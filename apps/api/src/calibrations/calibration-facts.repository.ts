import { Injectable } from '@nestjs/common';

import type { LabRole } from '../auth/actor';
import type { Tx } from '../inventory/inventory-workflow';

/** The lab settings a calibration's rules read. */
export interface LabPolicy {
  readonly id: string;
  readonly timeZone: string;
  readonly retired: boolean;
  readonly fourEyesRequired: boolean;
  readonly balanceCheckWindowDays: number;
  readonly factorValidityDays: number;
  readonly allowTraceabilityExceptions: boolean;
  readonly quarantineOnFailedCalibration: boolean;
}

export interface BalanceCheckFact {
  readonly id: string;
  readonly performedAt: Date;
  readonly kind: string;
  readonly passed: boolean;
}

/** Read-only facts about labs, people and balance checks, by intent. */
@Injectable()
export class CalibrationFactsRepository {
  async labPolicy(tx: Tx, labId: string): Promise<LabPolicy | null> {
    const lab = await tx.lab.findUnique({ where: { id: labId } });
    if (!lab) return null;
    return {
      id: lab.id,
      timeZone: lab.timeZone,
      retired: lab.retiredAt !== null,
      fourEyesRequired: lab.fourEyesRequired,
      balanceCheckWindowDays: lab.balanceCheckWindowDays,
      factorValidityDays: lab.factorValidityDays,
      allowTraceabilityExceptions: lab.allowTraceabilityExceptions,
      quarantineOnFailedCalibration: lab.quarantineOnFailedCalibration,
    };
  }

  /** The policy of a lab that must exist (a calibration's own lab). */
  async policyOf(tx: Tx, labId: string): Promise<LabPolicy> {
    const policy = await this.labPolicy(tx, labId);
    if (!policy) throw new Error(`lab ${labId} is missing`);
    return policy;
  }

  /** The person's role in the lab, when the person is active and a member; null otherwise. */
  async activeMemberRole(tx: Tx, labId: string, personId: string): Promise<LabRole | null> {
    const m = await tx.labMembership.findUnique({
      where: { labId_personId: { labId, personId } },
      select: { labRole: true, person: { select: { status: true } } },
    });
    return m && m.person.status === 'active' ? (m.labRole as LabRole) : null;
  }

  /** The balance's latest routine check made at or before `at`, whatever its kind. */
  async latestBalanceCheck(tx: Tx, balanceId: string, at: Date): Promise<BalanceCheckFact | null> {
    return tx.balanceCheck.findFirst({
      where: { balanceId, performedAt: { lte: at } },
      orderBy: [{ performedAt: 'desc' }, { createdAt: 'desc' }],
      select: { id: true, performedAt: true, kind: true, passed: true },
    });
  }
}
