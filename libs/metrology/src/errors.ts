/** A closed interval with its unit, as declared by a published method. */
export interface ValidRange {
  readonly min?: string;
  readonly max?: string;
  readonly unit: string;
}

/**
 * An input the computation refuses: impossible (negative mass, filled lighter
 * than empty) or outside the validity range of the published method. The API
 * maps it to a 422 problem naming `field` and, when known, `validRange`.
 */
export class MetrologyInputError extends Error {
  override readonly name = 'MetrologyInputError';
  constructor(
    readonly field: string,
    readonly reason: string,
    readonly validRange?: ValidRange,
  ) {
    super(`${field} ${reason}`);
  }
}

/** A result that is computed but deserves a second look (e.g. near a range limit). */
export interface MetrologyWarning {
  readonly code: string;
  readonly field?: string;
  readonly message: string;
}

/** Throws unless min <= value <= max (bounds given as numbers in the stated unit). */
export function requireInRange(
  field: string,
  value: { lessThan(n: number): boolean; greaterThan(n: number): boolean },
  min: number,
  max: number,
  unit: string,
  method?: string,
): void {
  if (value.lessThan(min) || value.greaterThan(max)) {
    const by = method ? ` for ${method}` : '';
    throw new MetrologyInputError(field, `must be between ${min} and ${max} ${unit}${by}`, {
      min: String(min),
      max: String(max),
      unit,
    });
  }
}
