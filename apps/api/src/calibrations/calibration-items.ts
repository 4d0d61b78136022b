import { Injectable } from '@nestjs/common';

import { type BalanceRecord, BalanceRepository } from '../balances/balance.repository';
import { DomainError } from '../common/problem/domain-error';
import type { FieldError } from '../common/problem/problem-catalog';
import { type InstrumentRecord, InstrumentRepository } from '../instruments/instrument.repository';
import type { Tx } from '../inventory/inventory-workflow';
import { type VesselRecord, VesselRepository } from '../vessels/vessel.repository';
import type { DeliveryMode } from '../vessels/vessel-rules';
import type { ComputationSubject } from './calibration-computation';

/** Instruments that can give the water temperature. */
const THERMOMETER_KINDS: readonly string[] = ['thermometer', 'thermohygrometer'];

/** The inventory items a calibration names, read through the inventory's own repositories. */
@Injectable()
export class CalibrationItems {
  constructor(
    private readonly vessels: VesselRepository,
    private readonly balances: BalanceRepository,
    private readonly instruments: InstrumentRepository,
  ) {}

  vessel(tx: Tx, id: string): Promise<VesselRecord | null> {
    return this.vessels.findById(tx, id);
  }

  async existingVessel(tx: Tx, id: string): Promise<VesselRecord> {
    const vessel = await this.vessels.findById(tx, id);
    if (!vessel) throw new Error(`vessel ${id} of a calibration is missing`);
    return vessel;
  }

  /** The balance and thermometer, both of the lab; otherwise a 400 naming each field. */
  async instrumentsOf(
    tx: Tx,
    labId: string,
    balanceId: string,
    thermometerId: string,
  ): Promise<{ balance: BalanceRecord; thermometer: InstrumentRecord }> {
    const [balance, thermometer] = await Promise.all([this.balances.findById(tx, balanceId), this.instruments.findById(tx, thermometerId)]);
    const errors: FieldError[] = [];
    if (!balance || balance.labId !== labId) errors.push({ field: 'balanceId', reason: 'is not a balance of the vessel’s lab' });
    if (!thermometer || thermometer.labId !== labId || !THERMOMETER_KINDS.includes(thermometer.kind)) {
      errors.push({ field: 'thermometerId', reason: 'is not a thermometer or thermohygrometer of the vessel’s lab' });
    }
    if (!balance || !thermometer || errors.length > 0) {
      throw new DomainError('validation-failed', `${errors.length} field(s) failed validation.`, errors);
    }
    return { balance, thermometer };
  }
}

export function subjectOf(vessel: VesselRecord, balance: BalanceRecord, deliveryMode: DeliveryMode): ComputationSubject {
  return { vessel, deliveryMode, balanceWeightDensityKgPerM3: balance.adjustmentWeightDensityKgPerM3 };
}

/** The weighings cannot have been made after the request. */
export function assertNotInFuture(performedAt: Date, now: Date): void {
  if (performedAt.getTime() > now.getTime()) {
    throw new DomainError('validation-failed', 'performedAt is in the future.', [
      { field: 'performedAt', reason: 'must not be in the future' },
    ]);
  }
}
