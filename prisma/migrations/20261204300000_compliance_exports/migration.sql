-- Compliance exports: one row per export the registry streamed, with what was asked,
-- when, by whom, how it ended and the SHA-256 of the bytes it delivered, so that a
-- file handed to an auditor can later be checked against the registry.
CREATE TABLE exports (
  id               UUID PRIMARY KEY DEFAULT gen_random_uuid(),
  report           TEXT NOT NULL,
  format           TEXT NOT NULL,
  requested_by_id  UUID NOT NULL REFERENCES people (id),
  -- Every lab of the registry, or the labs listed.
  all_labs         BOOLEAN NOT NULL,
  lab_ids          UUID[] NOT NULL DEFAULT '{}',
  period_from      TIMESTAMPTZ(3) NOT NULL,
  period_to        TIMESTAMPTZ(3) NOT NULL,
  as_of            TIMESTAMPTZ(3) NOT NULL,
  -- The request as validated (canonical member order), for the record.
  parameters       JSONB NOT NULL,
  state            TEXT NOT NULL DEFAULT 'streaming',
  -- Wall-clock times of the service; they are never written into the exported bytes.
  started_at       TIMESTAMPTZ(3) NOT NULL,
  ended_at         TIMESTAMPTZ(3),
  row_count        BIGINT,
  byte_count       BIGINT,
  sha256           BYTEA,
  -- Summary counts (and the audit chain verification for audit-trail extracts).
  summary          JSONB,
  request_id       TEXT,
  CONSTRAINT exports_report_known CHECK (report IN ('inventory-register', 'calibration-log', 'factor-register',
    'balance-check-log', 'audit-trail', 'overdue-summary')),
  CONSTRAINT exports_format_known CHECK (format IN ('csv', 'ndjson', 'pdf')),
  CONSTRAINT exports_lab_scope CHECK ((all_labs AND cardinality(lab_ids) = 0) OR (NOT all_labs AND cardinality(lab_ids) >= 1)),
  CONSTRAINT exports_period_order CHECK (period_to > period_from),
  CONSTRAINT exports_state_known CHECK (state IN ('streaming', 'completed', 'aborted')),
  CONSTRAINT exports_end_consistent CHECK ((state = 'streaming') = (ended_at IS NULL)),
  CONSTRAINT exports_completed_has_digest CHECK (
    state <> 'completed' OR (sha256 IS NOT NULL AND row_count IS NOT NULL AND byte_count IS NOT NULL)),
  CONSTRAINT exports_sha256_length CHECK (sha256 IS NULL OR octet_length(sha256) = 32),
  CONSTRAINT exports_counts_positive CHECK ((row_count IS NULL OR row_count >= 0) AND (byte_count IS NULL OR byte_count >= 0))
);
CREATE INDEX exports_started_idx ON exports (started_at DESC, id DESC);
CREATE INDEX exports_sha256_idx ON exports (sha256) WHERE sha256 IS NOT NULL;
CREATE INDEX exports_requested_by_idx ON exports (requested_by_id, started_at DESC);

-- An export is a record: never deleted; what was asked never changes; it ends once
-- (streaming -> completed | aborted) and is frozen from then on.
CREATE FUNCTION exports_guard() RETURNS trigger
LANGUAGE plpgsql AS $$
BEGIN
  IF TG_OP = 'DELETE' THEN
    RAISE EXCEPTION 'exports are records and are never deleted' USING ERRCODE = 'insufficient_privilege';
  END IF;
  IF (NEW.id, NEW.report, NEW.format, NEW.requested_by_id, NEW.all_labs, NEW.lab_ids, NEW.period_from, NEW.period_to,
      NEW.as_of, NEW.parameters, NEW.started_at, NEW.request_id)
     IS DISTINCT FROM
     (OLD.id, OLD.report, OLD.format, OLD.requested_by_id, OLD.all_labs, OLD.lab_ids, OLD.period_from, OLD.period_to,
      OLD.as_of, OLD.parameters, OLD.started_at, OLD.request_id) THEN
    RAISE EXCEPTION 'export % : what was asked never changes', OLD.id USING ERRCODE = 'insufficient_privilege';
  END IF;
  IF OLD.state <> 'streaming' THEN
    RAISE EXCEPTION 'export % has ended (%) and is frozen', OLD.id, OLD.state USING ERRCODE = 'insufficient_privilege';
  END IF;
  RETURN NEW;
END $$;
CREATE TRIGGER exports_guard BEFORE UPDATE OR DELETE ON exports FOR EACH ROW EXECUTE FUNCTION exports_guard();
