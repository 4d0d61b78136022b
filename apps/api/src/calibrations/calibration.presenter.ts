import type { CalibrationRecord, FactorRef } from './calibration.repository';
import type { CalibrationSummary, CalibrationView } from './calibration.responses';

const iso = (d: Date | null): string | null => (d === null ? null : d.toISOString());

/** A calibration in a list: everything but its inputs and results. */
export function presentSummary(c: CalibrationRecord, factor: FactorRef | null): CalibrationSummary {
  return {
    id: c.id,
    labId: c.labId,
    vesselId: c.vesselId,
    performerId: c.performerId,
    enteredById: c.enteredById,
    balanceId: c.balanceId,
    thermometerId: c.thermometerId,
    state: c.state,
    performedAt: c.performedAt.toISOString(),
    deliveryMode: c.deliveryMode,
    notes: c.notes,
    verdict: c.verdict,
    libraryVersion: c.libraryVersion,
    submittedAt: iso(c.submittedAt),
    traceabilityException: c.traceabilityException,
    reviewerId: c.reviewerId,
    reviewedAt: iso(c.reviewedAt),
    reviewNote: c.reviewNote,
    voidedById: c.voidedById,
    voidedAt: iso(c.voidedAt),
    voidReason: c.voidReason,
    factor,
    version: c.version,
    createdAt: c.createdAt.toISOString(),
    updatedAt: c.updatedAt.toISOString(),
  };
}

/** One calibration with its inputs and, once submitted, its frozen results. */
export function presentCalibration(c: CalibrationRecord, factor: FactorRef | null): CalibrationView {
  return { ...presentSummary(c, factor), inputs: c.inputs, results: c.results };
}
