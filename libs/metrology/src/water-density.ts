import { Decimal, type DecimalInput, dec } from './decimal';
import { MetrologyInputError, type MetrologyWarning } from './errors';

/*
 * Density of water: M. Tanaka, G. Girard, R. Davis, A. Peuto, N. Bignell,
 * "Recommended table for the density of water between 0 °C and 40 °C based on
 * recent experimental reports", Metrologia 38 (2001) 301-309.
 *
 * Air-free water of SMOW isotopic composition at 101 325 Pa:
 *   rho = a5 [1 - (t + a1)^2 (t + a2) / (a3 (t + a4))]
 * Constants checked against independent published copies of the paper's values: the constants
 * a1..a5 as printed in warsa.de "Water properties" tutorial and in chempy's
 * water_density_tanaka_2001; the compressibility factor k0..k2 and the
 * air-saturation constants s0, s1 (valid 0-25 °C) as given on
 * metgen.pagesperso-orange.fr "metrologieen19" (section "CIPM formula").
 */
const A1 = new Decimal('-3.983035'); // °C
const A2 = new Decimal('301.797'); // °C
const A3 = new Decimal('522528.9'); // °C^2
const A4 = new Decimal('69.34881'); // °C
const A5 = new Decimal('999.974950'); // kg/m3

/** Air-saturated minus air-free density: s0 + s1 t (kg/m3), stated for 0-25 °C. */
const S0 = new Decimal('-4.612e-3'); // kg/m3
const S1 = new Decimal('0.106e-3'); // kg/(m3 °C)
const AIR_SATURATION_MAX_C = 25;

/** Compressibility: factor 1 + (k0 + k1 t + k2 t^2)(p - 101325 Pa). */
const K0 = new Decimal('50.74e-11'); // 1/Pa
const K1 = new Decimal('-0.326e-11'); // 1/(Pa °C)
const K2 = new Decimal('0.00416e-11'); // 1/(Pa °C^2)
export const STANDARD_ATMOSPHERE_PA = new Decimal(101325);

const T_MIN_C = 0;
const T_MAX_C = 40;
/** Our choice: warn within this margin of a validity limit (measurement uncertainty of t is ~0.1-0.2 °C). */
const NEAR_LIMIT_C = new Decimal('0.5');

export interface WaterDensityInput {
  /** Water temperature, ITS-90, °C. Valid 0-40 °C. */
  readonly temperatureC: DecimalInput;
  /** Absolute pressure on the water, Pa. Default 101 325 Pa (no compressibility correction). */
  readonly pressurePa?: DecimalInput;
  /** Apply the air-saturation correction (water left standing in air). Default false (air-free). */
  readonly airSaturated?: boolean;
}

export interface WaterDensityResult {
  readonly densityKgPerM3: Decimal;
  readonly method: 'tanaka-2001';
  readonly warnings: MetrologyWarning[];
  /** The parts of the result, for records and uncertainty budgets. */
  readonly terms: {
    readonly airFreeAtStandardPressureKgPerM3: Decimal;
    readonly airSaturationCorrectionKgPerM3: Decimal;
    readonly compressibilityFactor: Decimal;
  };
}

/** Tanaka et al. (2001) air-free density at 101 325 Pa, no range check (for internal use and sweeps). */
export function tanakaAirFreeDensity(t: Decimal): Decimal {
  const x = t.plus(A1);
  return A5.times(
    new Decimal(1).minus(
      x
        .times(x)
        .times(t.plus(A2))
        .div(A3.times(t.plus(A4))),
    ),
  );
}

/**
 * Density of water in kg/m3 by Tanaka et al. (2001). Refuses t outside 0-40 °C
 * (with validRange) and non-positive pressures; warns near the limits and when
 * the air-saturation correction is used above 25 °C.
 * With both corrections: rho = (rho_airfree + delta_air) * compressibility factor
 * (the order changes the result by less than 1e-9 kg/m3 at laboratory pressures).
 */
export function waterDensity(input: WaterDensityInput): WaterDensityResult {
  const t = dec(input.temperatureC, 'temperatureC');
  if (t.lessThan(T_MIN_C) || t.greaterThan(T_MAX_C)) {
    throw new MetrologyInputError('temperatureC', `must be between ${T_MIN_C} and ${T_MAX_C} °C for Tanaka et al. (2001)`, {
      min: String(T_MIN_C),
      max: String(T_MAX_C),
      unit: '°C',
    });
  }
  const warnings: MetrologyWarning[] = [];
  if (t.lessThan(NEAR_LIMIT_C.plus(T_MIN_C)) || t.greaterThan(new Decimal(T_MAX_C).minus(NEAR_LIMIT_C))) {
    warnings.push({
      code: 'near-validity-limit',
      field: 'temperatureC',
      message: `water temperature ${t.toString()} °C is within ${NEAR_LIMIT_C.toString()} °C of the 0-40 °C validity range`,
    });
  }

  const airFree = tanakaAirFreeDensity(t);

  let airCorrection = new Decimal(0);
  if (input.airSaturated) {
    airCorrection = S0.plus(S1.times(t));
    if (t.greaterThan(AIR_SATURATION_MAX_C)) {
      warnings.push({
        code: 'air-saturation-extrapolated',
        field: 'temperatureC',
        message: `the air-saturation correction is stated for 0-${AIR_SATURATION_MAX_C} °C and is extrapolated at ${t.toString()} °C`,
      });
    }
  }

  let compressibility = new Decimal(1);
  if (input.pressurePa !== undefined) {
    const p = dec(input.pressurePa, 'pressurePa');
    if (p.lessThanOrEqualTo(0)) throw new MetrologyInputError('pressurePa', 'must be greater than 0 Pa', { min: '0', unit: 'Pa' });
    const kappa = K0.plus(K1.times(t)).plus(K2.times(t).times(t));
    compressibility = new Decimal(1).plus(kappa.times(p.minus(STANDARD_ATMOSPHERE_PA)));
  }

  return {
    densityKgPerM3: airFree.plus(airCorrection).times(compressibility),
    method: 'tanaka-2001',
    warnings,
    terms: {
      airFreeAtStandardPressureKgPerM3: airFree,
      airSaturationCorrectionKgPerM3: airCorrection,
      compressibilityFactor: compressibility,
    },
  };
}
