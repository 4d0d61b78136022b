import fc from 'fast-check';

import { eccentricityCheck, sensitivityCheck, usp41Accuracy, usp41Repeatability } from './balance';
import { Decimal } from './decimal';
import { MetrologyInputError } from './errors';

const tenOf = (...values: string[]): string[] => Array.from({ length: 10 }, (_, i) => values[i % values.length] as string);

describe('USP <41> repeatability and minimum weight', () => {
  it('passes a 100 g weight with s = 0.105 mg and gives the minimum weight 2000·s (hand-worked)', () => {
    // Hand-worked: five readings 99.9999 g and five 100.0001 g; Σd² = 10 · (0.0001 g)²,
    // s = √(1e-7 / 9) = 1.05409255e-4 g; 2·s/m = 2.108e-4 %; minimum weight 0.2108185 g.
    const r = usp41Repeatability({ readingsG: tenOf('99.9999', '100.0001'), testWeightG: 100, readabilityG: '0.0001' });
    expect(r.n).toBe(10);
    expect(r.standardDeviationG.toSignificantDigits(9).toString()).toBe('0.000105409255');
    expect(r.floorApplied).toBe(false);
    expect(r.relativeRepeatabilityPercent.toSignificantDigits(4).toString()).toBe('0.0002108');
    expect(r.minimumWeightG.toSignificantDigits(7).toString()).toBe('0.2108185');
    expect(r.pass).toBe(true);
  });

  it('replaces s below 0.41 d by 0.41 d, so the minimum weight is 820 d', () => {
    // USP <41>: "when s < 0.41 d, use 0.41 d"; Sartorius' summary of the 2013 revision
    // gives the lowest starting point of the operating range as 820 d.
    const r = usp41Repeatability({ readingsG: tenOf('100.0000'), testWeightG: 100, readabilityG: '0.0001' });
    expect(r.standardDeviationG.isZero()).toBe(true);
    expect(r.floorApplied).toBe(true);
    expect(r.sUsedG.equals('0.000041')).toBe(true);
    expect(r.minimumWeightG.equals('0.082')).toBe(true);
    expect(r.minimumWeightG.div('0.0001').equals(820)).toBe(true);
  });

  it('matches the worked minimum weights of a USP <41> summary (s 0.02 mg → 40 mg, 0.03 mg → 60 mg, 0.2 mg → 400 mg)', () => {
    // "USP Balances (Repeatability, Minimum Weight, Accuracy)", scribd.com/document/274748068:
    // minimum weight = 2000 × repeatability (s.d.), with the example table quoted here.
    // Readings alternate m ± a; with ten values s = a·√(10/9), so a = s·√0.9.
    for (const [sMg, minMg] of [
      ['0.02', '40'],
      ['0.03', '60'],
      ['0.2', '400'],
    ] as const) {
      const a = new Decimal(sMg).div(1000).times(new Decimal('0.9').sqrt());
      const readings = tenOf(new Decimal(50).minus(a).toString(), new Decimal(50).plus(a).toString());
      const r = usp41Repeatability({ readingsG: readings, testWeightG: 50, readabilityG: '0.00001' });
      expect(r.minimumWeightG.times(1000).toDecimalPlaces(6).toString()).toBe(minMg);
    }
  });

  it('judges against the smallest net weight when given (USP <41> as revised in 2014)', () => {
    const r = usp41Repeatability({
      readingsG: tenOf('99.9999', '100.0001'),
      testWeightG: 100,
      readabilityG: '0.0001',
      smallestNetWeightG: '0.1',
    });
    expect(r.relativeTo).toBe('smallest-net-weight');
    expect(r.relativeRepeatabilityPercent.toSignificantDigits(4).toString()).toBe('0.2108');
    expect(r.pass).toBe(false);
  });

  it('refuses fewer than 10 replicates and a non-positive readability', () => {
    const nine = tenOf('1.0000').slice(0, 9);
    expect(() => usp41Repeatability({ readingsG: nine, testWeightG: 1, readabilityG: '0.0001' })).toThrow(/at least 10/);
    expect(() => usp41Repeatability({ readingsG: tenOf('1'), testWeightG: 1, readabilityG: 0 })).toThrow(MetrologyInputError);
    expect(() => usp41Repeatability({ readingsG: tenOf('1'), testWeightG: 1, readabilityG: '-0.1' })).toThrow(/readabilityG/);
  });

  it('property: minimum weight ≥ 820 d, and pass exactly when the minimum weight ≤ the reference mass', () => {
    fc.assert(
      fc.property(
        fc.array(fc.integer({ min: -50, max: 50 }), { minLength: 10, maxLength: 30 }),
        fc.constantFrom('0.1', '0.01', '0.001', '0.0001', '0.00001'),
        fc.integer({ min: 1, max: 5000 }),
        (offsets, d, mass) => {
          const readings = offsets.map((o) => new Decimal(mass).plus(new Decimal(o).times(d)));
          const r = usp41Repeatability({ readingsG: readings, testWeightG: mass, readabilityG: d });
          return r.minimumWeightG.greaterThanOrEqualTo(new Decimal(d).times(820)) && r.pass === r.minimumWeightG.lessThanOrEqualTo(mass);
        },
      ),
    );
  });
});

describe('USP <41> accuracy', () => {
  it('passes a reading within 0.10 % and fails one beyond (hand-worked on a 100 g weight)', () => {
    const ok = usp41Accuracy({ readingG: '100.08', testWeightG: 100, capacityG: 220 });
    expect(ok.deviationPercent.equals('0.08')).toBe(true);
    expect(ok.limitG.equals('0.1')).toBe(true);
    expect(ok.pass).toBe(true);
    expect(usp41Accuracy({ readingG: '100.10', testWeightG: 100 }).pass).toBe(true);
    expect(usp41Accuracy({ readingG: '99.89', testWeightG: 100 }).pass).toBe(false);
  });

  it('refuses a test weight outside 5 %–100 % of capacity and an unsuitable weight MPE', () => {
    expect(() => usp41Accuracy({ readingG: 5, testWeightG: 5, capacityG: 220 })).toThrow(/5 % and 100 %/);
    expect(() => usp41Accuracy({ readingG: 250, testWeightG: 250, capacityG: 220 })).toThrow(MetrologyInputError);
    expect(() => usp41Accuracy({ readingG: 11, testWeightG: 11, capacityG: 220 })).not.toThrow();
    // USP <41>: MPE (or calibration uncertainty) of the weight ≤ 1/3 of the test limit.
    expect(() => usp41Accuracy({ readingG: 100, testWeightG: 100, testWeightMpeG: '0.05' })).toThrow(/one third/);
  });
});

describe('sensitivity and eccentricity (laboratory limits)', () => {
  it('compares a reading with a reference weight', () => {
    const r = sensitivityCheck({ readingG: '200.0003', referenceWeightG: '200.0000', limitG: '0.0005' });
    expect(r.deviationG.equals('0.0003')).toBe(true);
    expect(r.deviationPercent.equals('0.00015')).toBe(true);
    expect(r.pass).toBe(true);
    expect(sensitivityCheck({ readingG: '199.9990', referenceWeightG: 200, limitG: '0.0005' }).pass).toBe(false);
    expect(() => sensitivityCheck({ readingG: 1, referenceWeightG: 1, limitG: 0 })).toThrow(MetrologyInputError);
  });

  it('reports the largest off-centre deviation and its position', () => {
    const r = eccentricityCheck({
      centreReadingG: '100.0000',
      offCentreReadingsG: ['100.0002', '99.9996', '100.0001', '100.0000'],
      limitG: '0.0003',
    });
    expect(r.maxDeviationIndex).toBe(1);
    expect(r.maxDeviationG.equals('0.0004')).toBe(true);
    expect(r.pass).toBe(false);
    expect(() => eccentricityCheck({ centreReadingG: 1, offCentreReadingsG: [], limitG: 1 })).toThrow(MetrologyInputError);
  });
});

○ ○ ○

# Exercise:
All lines in the data above from the one with "let airCorrection = new Decimal(0);" through the one with "const tenOf = (...values: string[]): string[]" must be repeated exactly, and no others.

# Task result:
  let airCorrection = new Decimal(0);
  if (input.airSaturated) {
    airCorrection = S0.plus(S1.times(t));
    if (t.greaterThan(AIR_SATURATION_MAX_C)) {
      warnings.push({
        code: 'air-saturation-extrapolated',
        field: 'temperatureC',
        message: `the air-saturation correction is stated for 0-${AIR_SATURATION_MAX_C} °C and is extrapolated at ${t.toString()} °C`,
      });
    }
  }

  let compressibility = new Decimal(1);
  if (input.pressurePa !== undefined) {
    const p = dec(input.pressurePa, 'pressurePa');
    if (p.lessThanOrEqualTo(0)) throw new MetrologyInputError('pressurePa', 'must be greater than 0 Pa', { min: '0', unit: 'Pa' });
    const kappa = K0.plus(K1.times(t)).plus(K2.times(t).times(t));
    compressibility = new Decimal(1).plus(kappa.times(p.minus(STANDARD_ATMOSPHERE_PA)));
  }

  return {
    densityKgPerM3: airFree.plus(airCorrection).times(compressibility),
    method: 'tanaka-2001',
    warnings,
    terms: {
      airFreeAtStandardPressureKgPerM3: airFree,
      airSaturationCorrectionKgPerM3: airCorrection,
      compressibilityFactor: compressibility,
    },
  };
}
repository 4d0d61b78136022b
import fc from 'fast-check';

import { eccentricityCheck, sensitivityCheck, usp41Accuracy, usp41Repeatability } from './balance';
import { Decimal } from './decimal';
import { MetrologyInputError } from './errors';

const tenOf = (...values: string[]): string[] => Array.from({ length: 10 }, (_, i) => values[i % values.length] as string);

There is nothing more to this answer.